A report recently released by the association found that "enhanced information availability leads to potential changes in the customer's ability to find information about goods and services, the time required for marketers to notice and react to market changes, and the relationship between corporate size and marketing clout." In this dynamic, a company's new media application is akin to a "magnet," where the objective is to attract customers, said the report, "Marketing in the Interactive Age."

Further, new media direct-selling applications require robust back-end capabilities such as fulfillment, customer service, database marketing, response analysis, and customer segmentation, the report said. The instant gratification afforded by new media will stress the timely delivery of products (both informational and physical).

According to the report, "this technology can allow manufacturers to directly bypass intermediaries in the supply chain - such as wholesalers, retailers, and, most importantly, direct marketers. The management of new media's disintermediation effects is one of the most challenging issues that companies will face," the report said.

Montgomery's approach is to focus on departmental and division data marts, where managers can show return on investment quickly. He currently has three beta sites, all catalogers, for whom he is doing initial modeling. In fact, the company is generating 50 percent of its revenues from such business services. He strongly believes that, given the way the market is moving, many data mining firms will need to become vertical if they are to be successful.

Just last month, AbTech debuted its ModelQuest MarketMiner at the Direct Marketing Association's Annual Conference in Chicago. The product is a high-end data mining tool for direct marketers scheduled for release early in 1998. Its purpose is to help direct marketing professionals increase customer acquisition, retention and value by creating data models that highlight the most likely and most profitable buyers of new products and services.

"Data mining companies will need to form partnerships and team up with firms that can provide the expertise and information they lack. On the other hand, an interesting example of what is happening is the company, Capitol One," said Montgomery.

A Falls Church, Va., holding company, Capital One Financial Corp. owns Capital One Bank, one of the major issuers of MasterCard and Visa credit cards in the country. Yet the description on its Web page profiling the company sounds very much like a firm exploiting the potential of data warehousing and data mining for direct marketing, among other activities.

Thus, "Capital One has grown dramatically due to the success of its proprietary information-based strategy, which combines advances in information technology and sophisticated analytical techniques to identify, manage and take advantage of business opportunities."

Montgomery's point is that here is a company ostensibly in the credit card business that sees itself as an information technology company, using data mining techniques for marketing. He feels this may be a more familiar scenario in the future.
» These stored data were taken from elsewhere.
/* SPDX-License-Identifier: GPL-3.0-or-later */
/* Images and rasters through the library: values, edges, refusals. The files of the command-line
 * tests are written by another program; here the smallest ones by hand. */
#include "fixtures.h"

/* TIFF 6.0, little endian, 3×2 pixels of 8 bits in one strip; `width` as the header says it. */
static size_t make_tiff(uint8_t file[200], uint32_t width)
{
    const uint8_t pixels[8] = {0, 51, 102, 153, 204, 255, 0, 0};
    const uint32_t entries[][3] = {/* tag, type, value */
                                   {256, 4, width}, {257, 4, 2}, {258, 3, 8},
                                   {259, 3, 1},     {262, 3, 1}, {273, 4, 8},
                                   {277, 3, 1},     {278, 4, 2}, {279, 4, 6}};
    size_t at = 0;
    memcpy(file, "II*\0", 4);
    const uint32_t directory = 16;
    memcpy(file + 4, &directory, 4);
    memcpy(file + 8, pixels, 8);
    at = directory;
    file[at++] = 9;
    file[at++] = 0;
    for (int k = 0; k < 9; k++) {
        const uint16_t words[2] = {(uint16_t)entries[k][0], (uint16_t)entries[k][1]};
        const uint32_t one = 1;
        memcpy(file + at, words, 4);
        memcpy(file + at + 4, &one, 4);
        memcpy(file + at + 8, &entries[k][2], 4);
        at += 12;
    }
    memset(file + at, 0, 4);
    return at + 4;
}

SV_TEST(rows_are_counted_from_below)
{
    uint8_t file[200];
    sv_grey grey = {0};
    sv_table_fault fault = {0};
    size_t size = make_tiff(file, 3);
    CHECK(sv_image_is(file, size));
    CHECK(!sv_image_is("x,y\n1,2\n", 8));
    CHECK_OK(sv_image_read(test_context(), file, size, &grey, &fault));
    CHECK_INT(grey.width, 3);
    CHECK_INT(grey.height, 2);
    const double wanted[] = {0.6, 0.8, 1.0, 0.0, 0.2, 0.4};
    for (int k = 0; k < 6; k++)
        CHECK_CLOSE((double)grey.value[k], wanted[k], 1e-7);
    sv_grid grid = sv_grid_of_grey(&grey, 2.0, -10.0, 10.0);
    double value = 0.0;
    CHECK(sv_grid_at(&grid, (const double[]){1.0, 1.0}, &value));
    CHECK_CLOSE(value, 2.0, 1e-5);
    CHECK(sv_grid_at(&grid, (const double[]){2.0, 2.0}, &value)); /* the corner of four pixels */
    CHECK_CLOSE(value, -10.0 + 20.0 * (0.6 + 0.8 + 0.0 + 0.2) / 4, 1e-5);
    CHECK(sv_grid_at(&grid, (const double[]){0.0, 0.0}, &value)); /* constant over the rim */
    CHECK_CLOSE(value, 2.0, 1e-5);
    CHECK(!sv_grid_at(&grid, (const double[]){6.1, 1.0}, &value));
    CHECK(!sv_grid_at(&grid, (const double[]){(double)NAN, 1.0}, &value));
    sv_grid_free(test_context(), &grid);
    sv_grey_free(test_context(), &grey);
    sv_grey_free(test_context(), &grey);
}

/* Every cut of the file and every changed byte gives an answer or a fault, never a crash. */
SV_TEST(damaged_files_are_refused_or_read)
{
    uint8_t file[200], copy[200];
    size_t size = make_tiff(file, 3);
    int refused = 0;
    for (size_t cut = 0; cut < size; cut++) {
        sv_grey grey = {0};
        sv_table_fault fault = {0};
        sv_status status = sv_image_read(test_context(), file, cut, &grey, &fault);
        CHECK(status == SV_OK || (status == SV_INVALID_INPUT && fault.message[0] != '\0'));
        refused += status == SV_INVALID_INPUT;
        sv_grey_free(test_context(), &grey);
    }
    CHECK(refused > 100);
    for (size_t at = 0; at < size; at++)
        for (int bit = 0; bit < 8; bit += 3) {
            sv_grey grey = {0};
            sv_table_fault fault = {0};
            memcpy(copy, file, size);
            copy[at] ^= (uint8_t)(1 << bit);
            sv_status status = sv_image_read(test_context(), copy, size, &grey, &fault);
            CHECK(status == SV_OK || status == SV_INVALID_INPUT);
            sv_grey_free(test_context(), &grey);
        }
}

SV_TEST(a_huge_header_is_refused_before_memory_is_taken)
{
    uint8_t file[200];
    sv_grey grey = {0};
    sv_table_fault fault = {0};
    size_t size = make_tiff(file, 400000000);
    CHECK_STATUS(SV_INVALID_INPUT, sv_image_read(test_context(), file, size, &grey, &fault));
    CHECK(strstr(fault.message, "400000000 x 2 pixels") != NULL);
    CHECK(grey.value == NULL);
}

SV_TEST(rows_make_a_raster_in_any_order)
{
    sv_mark marks[6];
    sv_grid grid = {0};
    sv_table_fault fault = {0};
    for (int k = 0; k < 6; k++) {
        const int node = (5 * k + 2) % 6;
        marks[k] = (sv_mark){.at = {0.5 * (node % 3) - 1, 0.25 * (node / 3) + 2},
                             .energy = node * node,
                             .line = k + 2};
    }
    CHECK_OK(sv_grid_from_marks(test_context(), marks, 6, &grid, &fault));
    double value;
    CHECK(sv_grid_at(&grid, (const double[]){-0.5, 2.0}, &value));
    CHECK_CLOSE(value, 1.0, 1e-12);
    CHECK(sv_grid_at(&grid, (const double[]){-0.25, 2.125}, &value));
    CHECK_CLOSE(value, (1.0 + 4.0 + 16.0 + 25.0) / 4, 1e-12);
    sv_grid_free(test_context(), &grid);
    marks[4].at[0] += 0.1;
    CHECK_STATUS(SV_INVALID_INPUT, sv_grid_from_marks(test_context(), marks, 6, &grid, &fault));
    CHECK(strstr(fault.message, "no regular raster") != NULL);
}

/* Rows: the numbers of those outside; maps: the sites outside. */
SV_TEST(what_has_no_partner_is_found_in_order)
{
    sv_model model = fixture_qi_wu_zhang(-1);
    sv_flake_spec spec = fixture_cells(&model, 4, 4, false);
    sv_flake flake = fixture_flake(&model, &spec);
    sv_mark marks[3] = {{.at = {9, 9}, .orbital = -1},
                        {.at = {1.1, 2}, .orbital = -1},
                        {.at = {-5, 0}, .orbital = -1}};
    sv_disorder rows = {
        .on = -1, .has_marks = true, .marks = marks, .n_marks = 3, .tolerance = 0.5};
    CHECK_INT(sv_measured_unmatched(&flake, &rows, 0), 0);
    CHECK_INT(sv_measured_unmatched(&flake, &rows, 1), 2);
    CHECK_INT(sv_measured_unmatched(&flake, &rows, 3), -1);
    float pixels[4] = {0};
    const sv_grey grey = {.width = 2, .height = 2, .value = pixels};
    sv_disorder map = {.on = -1, .has_grid = true, .grid = sv_grid_of_grey(&grey, 1.6, 0, 1)};
    for (sv_index s = -1; (s = sv_measured_unmatched(&flake, &map, s + 1)) >= 0;)
        CHECK_INT(flake.sites[s].at[0] > 3.2 || flake.sites[s].at[1] > 3.2, 1);
    map.grid = sv_grid_of_grey(&grey, 1.4, 0, 1); /* now reaches to 2.8: cells 3 are outside */
    int outside = 0;
    for (sv_index s = -1; (s = sv_measured_unmatched(&flake, &map, s + 1)) >= 0; outside++)
        ;
    CHECK_INT(outside, 2 * 7);
    sv_flake_free(test_context(), &flake);
    sv_model_free(test_context(), &model);
}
A perspective from deep inside the academic, business and developer community, comes from George H. John, who carries the typically California business title of data mining guru at Epiphany Marketing Software of Mountain View, Calif.

A former IBM consultant, John received his doctorate from Stanford University earlier this year with a thesis on data mining titled, "Enhancements to the Data Mining Process." In it, he described the data mining process and presented advances and novel methods for the six data mining steps: extracting data from a database or data warehouse, cleaning the data, data engineering, algorithm engineering, data mining and analyzing the results.
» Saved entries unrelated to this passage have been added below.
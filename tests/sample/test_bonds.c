/* SPDX-License-Identifier: GPL-3.0-or-later */
/* Disorder of hops: strengths and phases, flux, cuts, adatoms. */
#include "fixtures.h"

static sv_sample drawn(const sv_flake *flake, const sv_disorder *d, int n, sv_index k)
{
    sv_sample s = {0};
    CHECK_OK(sv_sample_draw(test_context(), flake, d, n, 5, k, &s));
    CHECK_OK(sv_sparse_check(test_context(), &s.hamiltonian)); /* Hermitian, sorted */
    return s;
}

static sv_complex element(const sv_sample *s, sv_index row, sv_index column)
{
    const sv_sparse *h = &s->hamiltonian;
    for (sv_index k = h->row_start[row]; k < h->row_start[row + 1]; k++)
        if (h->column[k] == column)
            return h->value[k];
    return 0.0;
}

/* Ratios of disordered to clean hops: moments of the laws (box: 1 ± w/√12, phase variance p²/12),
 * one number per bond of a two-orbital model, and the same ones on a torus and in a larger flake.
 */
SV_TEST(bonds_have_the_moments_of_their_law)
{
    sv_model model = fixture_qi_wu_zhang(-1.0);
    sv_flake_spec open = fixture_cells(&model, 40, 40, false);
    sv_flake_spec torus = fixture_cells(&model, 44, 42, true);
    sv_flake flake = fixture_flake(&model, &open), closed = fixture_flake(&model, &torus);
    for (int law = SV_BOX; law <= SV_GAUSSIAN; law++) {
        sv_disorder d = {.name = "hop",
                         .type = SV_DISORDER_HOPPING,
                         .on = -1,
                         .distribution = (sv_distribution)law,
                         .width = 0.3,
                         .phase = 0.5};
        sv_sample clean = drawn(&flake, NULL, 0, 0), s = drawn(&flake, &d, 1, 0);
        sv_sample t = drawn(&closed, &d, 1, 0);
        double n = 0, one = 0, two = 0, angle = 0, square = 0, scale = law == SV_BOX ? 12.0 : 1.0;
        for (int i = 0; i < 39; i++)
            for (int j = 0; j < 40; j++) {
                sv_index a = 2 * (40 * i + j), b = a + 80;
                sv_complex z = element(&s, b, a) / element(&clean, b, a);
                sv_complex other = element(&s, b + 1, a) / element(&clean, b + 1, a);
                sv_index ta = 2 * (42 * i + j);
                CHECK(cabs(z - other) < 1e-14);
                CHECK(cabs(element(&t, ta + 84, ta) - element(&s, b, a)) < 1e-15);
                n++;
                one += cabs(z) - 1.0;
                two += (cabs(z) - 1.0) * (cabs(z) - 1.0);
                angle += carg(z);
                square += carg(z) * carg(z);
            }
        double strength = 0.09 / scale, phase = 0.25 / scale;
        CHECK_CLOSE(one / n, 0.0, 5.0 * sqrt(strength / n));
        CHECK_CLOSE(two / n, strength, 5.0 * strength * sqrt(2.0 / n));
        CHECK_CLOSE(angle / n, 0.0, 5.0 * sqrt(phase / n));
        CHECK_CLOSE(square / n, phase, 5.0 * phase * sqrt(2.0 / n));
        sv_sample_free(test_context(), &clean);
        sv_sample_free(test_context(), &s);
        sv_sample_free(test_context(), &t);
    }
    sv_flake_free(test_context(), &flake);
    sv_flake_free(test_context(), &closed);
    sv_model_free(test_context(), &model);
}

SV_TEST(nearest_bonds_leave_the_others_alone)
{
    sv_model model = fixture_haldane(0.2, 1.0, 0.0);
    sv_flake_spec spec = fixture_cells(&model, 8, 8, true);
    sv_flake flake = fixture_flake(&model, &spec);
    sv_disorder d = {
        .name = "hop", .type = SV_DISORDER_HOPPING, .on = -1, .width = 0.4, .nearest = true};
    sv_sample clean = drawn(&flake, NULL, 0, 0), s = drawn(&flake, &d, 1, 0);
    int changed = 0, kept = 0;
    for (sv_index r = 0; r < s.n; r++)
        for (sv_index k = s.hamiltonian.row_start[r]; k < s.hamiltonian.row_start[r + 1]; k++) {
            double difference = cabs(s.hamiltonian.value[k] - clean.hamiltonian.value[k]);
            bool same_orbital = (r + s.hamiltonian.column[k]) % 2 == 0;
            changed += difference > 1e-9;
            kept += same_orbital && r != s.hamiltonian.column[k];
            CHECK(same_orbital ? difference == 0.0 : difference <= 0.2);
        }
    CHECK_INT(changed, 2 * 64 * 3);
    CHECK_INT(kept, 2 * 64 * 6);
    sv_sample_free(test_context(), &clean);
    sv_sample_free(test_context(), &s);
    sv_flake_free(test_context(), &flake);
    sv_model_free(test_context(), &model);
}

/* Phase around the cell (i, j) of a square lattice of single orbitals, counter-clockwise: what an
 * electron picks up is −flux, as for uniform flux (conventions.h). */
static double flux_through(const sv_sample *s, int width, int i, int j)
{
    sv_index a = width * i + j, b = a + width, c = b + 1, e = a + 1;
    return -carg(element(s, b, a) * element(s, c, b) * element(s, e, c) * element(s, a, e));
}

/* Independent: the flux of each cell is the number of its stream. Balanced: standard deviation
 * width, neighbours −1/4, diagonal neighbours 0, and the whole torus 0. */
SV_TEST(fluxes_go_through_their_cells)
{
    enum { N = 60 };
    sv_model model = fixture_hofstadter(0, 1);
    sv_flake_spec open = fixture_cells(&model, N, N, false),
                  torus = fixture_cells(&model, N, N, true);
    sv_flake flake = fixture_flake(&model, &open), closed = fixture_flake(&model, &torus);
    sv_disorder d = {
        .name = "flux", .type = SV_DISORDER_FLUX, .on = -1, .width = 0.8, .independent = true};
    sv_stream stream = sv_stream_make(5, "flux", 1);
    sv_sample s = drawn(&flake, &d, 1, 1);
    for (int i = 0; i < N - 1; i++)
        for (int j = 0; j < N - 1; j++)
            CHECK_CLOSE(flux_through(&s, N, i, j),
                        0.8 * (sv_stream_uniform(&stream, i, j, 0) - 0.5), 1e-11);
    sv_sample_free(test_context(), &s);
    CHECK_STATUS(SV_INVALID_INPUT, sv_sample_draw(test_context(), &closed, &d, 1, 5, 1, &s));
    d = (sv_disorder){.name = "flux",
                      .type = SV_DISORDER_FLUX,
                      .on = -1,
                      .width = 0.3,
                      .distribution = SV_GAUSSIAN};
    s = drawn(&flake, &d, 1, 1);
    sv_sample t = drawn(&closed, &d, 1, 1);
    double flux[N][N], total = 0.0, square = 0.0, next = 0.0, diagonal = 0.0;
    for (int i = 0; i < N; i++)
        for (int j = 0; j < N; j++) {
            sv_index a = N * i + j, b = N * ((i + 1) % N) + j, c = N * ((i + 1) % N) + (j + 1) % N,
                     e = N * i + (j + 1) % N;
            flux[i][j] = -carg(element(&t, b, a) * element(&t, c, b) * element(&t, e, c) *
                               element(&t, a, e));
            total += flux[i][j];
            if (i < N - 1 && j < N - 1)
                CHECK_CLOSE(flux_through(&s, N, i, j), flux[i][j], 1e-12);
        }
    for (int i = 0; i < N; i++)
        for (int j = 0; j < N; j++) {
            square += flux[i][j] * flux[i][j] / (N * N);
            next += flux[i][j] * flux[(i + 1) % N][j] / (N * N);
            diagonal += flux[i][j] * flux[(i + 1) % N][(j + 1) % N] / (N * N);
        }
    CHECK_CLOSE(total, 0.0, 1e-10);
    CHECK_CLOSE(square, 0.09, 5.0 * 0.09 * sqrt(2.5) / N);
    CHECK_CLOSE(next, -0.0225, 5.0 * 0.09 / N);
    CHECK_CLOSE(diagonal, 0.0, 5.0 * 0.09 / N);
    sv_sample_free(test_context(), &s);
    sv_sample_free(test_context(), &t);
    sv_flake_free(test_context(), &flake);
    sv_flake_free(test_context(), &closed);
    sv_model_free(test_context(), &model);
}

/* Flux is gauge invariant where hops are oblique: on a honeycomb the three second-neighbour hops
 * around half a cell enclose half its flux. */
SV_TEST(oblique_hops_see_their_share_of_the_flux)
{
    sv_model model = fixture_haldane(0.2, 0.0, 0.0);
    sv_flake_spec spec = fixture_cells(&model, 9, 9, true);
    sv_flake flake = fixture_flake(&model, &spec);
    sv_disorder d = {.name = "flux",
                     .type = SV_DISORDER_FLUX,
                     .on = -1,
                     .width = 0.3,
                     .distribution = SV_GAUSSIAN};
    sv_sample s = drawn(&flake, &d, 1, 1);
    for (int i = 0; i < 8; i++)
        for (int j = 0; j < 8; j++) {
            sv_index a = 2 * (9 * i + j), b = a + 18, c = a + 2, e = b + 2;
            double lower = -carg(element(&s, b, a) * element(&s, c, b) * element(&s, a, c));
            double upper = -carg(element(&s, e, b) * element(&s, c, e) * element(&s, b, c));
            CHECK_CLOSE(lower, upper, 1e-13);
            CHECK(fabs(lower) > 1e-9);
        }
    sv_sample_free(test_context(), &s);
    sv_flake_free(test_context(), &flake);
    sv_model_free(test_context(), &model);
}

/* A slit across the whole flake parts it; the hops left are those that do not cross it. */
SV_TEST(slits_cut_what_crosses_them)
{
    sv_model model = fixture_qi_wu_zhang(-1.0);
    sv_flake_spec spec = fixture_cells(&model, 10, 8, false);
    sv_flake flake = fixture_flake(&model, &spec);
    sv_disorder d = {.name = "slit",
                     .type = SV_DISORDER_CRACKS,
                     .on = -1,
                     .has_line = true,
                     .from = {4.5, -1.0},
                     .to = {4.5, 3.2}};
    sv_sample clean = drawn(&flake, NULL, 0, 0), s = drawn(&flake, &d, 1, 0);
    for (sv_index r = 0; r < clean.n; r++)
        for (sv_index k = clean.hamiltonian.row_start[r]; k < clean.hamiltonian.row_start[r + 1];
             k++) {
            sv_index c = clean.hamiltonian.column[k];
            const double *a = flake.sites[r].at, *b = flake.sites[c].at;
            bool crosses = (a[0] < 4.5) != (b[0] < 4.5) && a[1] < 3.2;
            sv_complex wanted = crosses ? 0.0 : clean.hamiltonian.value[k];
            CHECK(element(&s, r, c) == wanted);
        }
    CHECK_INT(fixture_largest_piece(&s), 160);
    sv_sample_free(test_context(), &s);
    d.to[1] = 9.0;
    s = drawn(&flake, &d, 1, 0);
    CHECK_INT(fixture_largest_piece(&s), 80);
    sv_sample_free(test_context(), &s);
    sv_sample_free(test_context(), &clean);
    sv_flake_free(test_context(), &flake);
    sv_model_free(test_context(), &model);
}

/* Isotropic needles of density n and mean length L cut a bond of length b with the probability
 * 1 − exp(−2 n L b/π) (Buffon's needle in a Poisson field). */
SV_TEST(random_cracks_cut_as_many_bonds_as_needles)
{
    sv_model model = fixture_hofstadter(0, 1);
    sv_flake_spec spec = fixture_cells(&model, 60, 60, false);
    sv_flake flake = fixture_flake(&model, &spec);
    for (int law = 0; law < 2; law++) {
        sv_disorder d = {.name = "crack",
                         .type = SV_DISORDER_CRACKS,
                         .on = -1,
                         .density = 0.02,
                         .length = 5.0,
                         .exponential = law == 1};
        double sum = 0.0, squares = 0.0, wanted = 1.0 - exp(-2.0 * 0.02 * 5.0 / M_PI);
        const double bonds = 2.0 * 59 * 60;
        for (int k = 0; k < 40; k++) {
            sv_sample s = drawn(&flake, &d, 1, k);
            double cut = 1.0 - (double)(s.hamiltonian.row_start[s.n] - s.n) / 2.0 / bonds;
            sum += cut;
            squares += cut * cut;
            sv_sample_free(test_context(), &s);
        }
        double spread = sqrt((squares / 40 - sum * sum / 1600) / 39);
        CHECK_CLOSE(sum / 40, wanted, 5.0 * spread);
    }
    sv_flake_free(test_context(), &flake);
    sv_model_free(test_context(), &model);
}

/* An adatom of energy ε and coupling V adds V²/(E − ε) to its host: with H ψ = E ψ, the rows of the
 * host and of the adatom say so. Rows follow their host; the count is binomial. */
SV_TEST(adatoms_are_rows_of_their_own)
{
    sv_model model = fixture_haldane(0.2, 1.0, 0.0);
    sv_flake_spec spec = fixture_cells(&model, 20, 20, false);
    sv_flake flake = fixture_flake(&model, &spec);
    sv_disorder d[3] = {
        {.name = "ad",
         .type = SV_DISORDER_ADATOMS,
         .on = -1,
         .has_share = true,
         .share = 0.1,
         .energy = 0.4,
         .coupling = 1.5},
        {.name = "ad2",
         .type = SV_DISORDER_ADATOMS,
         .on = 1,
         .has_count = true,
         .count = 31,
         .energy = -0.3,
         .coupling = 0.7},
        {.name = "vac", .type = SV_DISORDER_VACANCIES, .on = -1, .has_share = true, .share = 0.05}};
    sv_sample s = drawn(&flake, d, 2, 0);
    CHECK_CLOSE((double)s.inventory.placed[0], 80.0, 5.0 * sqrt(72.0));
    CHECK_INT(s.inventory.placed[1], 31);
    CHECK_INT(s.n, 800 + s.inventory.adatoms);
    CHECK_INT(s.inventory.adatoms, s.inventory.placed[0] + 31);
    sv_index host = -1;
    for (sv_index r = 0; r < s.n; r++) {
        if (s.adatom[r] < 0) {
            host = r;
            CHECK(strcmp(sv_sample_orbital_name(&s, r),
                         model.orbitals[flake.sites[s.pristine[r]].orbital].name) == 0);
            continue;
        }
        const sv_disorder *own = &d[s.adatom[r]];
        CHECK_INT(s.pristine[r], s.pristine[host]);
        CHECK(element(&s, r, r) == own->energy && element(&s, host, r) == own->coupling);
        CHECK_INT(s.hamiltonian.row_start[r + 1] - s.hamiltonian.row_start[r], 2);
        CHECK(strcmp(sv_sample_orbital_name(&s, r), "adatom") == 0);
        CHECK(s.adatom[r] == 0 || flake.sites[s.pristine[r]].orbital == 1);
    }
    sv_sample_free(test_context(), &s);
    /* A vacancy takes the adatom on it along. */
    s = drawn(&flake, d, 3, 0);
    CHECK(s.inventory.adatoms < s.inventory.placed[0] + 31);
    CHECK_INT(s.n, 800 - s.inventory.vacancies + s.inventory.adatoms);
    sv_sample_free(test_context(), &s);
    sv_flake_free(test_context(), &flake);
    sv_model_free(test_context(), &model);
}

/* Site by site, the map with adatoms by polynomials on parts of a flake is the dense one. */
SV_TEST(adatoms_count_in_markers)
{
    sv_model model = fixture_qi_wu_zhang(-1.0);
    sv_flake_spec spec = fixture_cells(&model, 12, 12, false);
    sv_disorder d = {.name = "ad",
                     .type = SV_DISORDER_ADATOMS,
                     .on = -1,
                     .has_share = true,
                     .share = 0.05,
                     .energy = 2.5,
                     .coupling = 0.2};
    sv_occupation half = {.by = SV_BY_ENERGY, .fermi_energy = 0.0};
    sv_outcome o = fixture_marker("local_chern", &model, &spec, &d, 1, 3, &half, 0.4);
    CHECK_CLOSE(o.value, 1.0, 0.02);
    spec = fixture_cells(&model, 12, 12, true);
    o = fixture_marker("bott", &model, &spec, &d, 1, 3, &half, 0.4);
    CHECK_INT(o.index, 1);
    sv_model_free(test_context(), &model);
}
He agrees with Piatetsky-Shapiro about the trend toward embedding the data mining tools in complete business solutions.

"Successful technology becomes invisible. I heard [Oracle CEO] Larry Ellison give a talk the other day and that was one of his points. He raised the question, What if buying a car were like buying an information system? You walk in and say you want a four-door car. The guy behind the counter yells back, 'Charley, get the lady four doors!' then says, 'No problem - what else do you want?' The point is that people need a complete solution and vendors aren't doing a great job of giving it to them right now," John said.

"We're now in the generation of "in your face" data mining products. You run the program and your screen is filled with menus and buttons that are all telling you, 'OK, we're going to do some data mining. Now precisely what do you want to do?' The next generation will be 'behind the scenes' data mining. There'll be some great technology working for you, but you won't even know it's there."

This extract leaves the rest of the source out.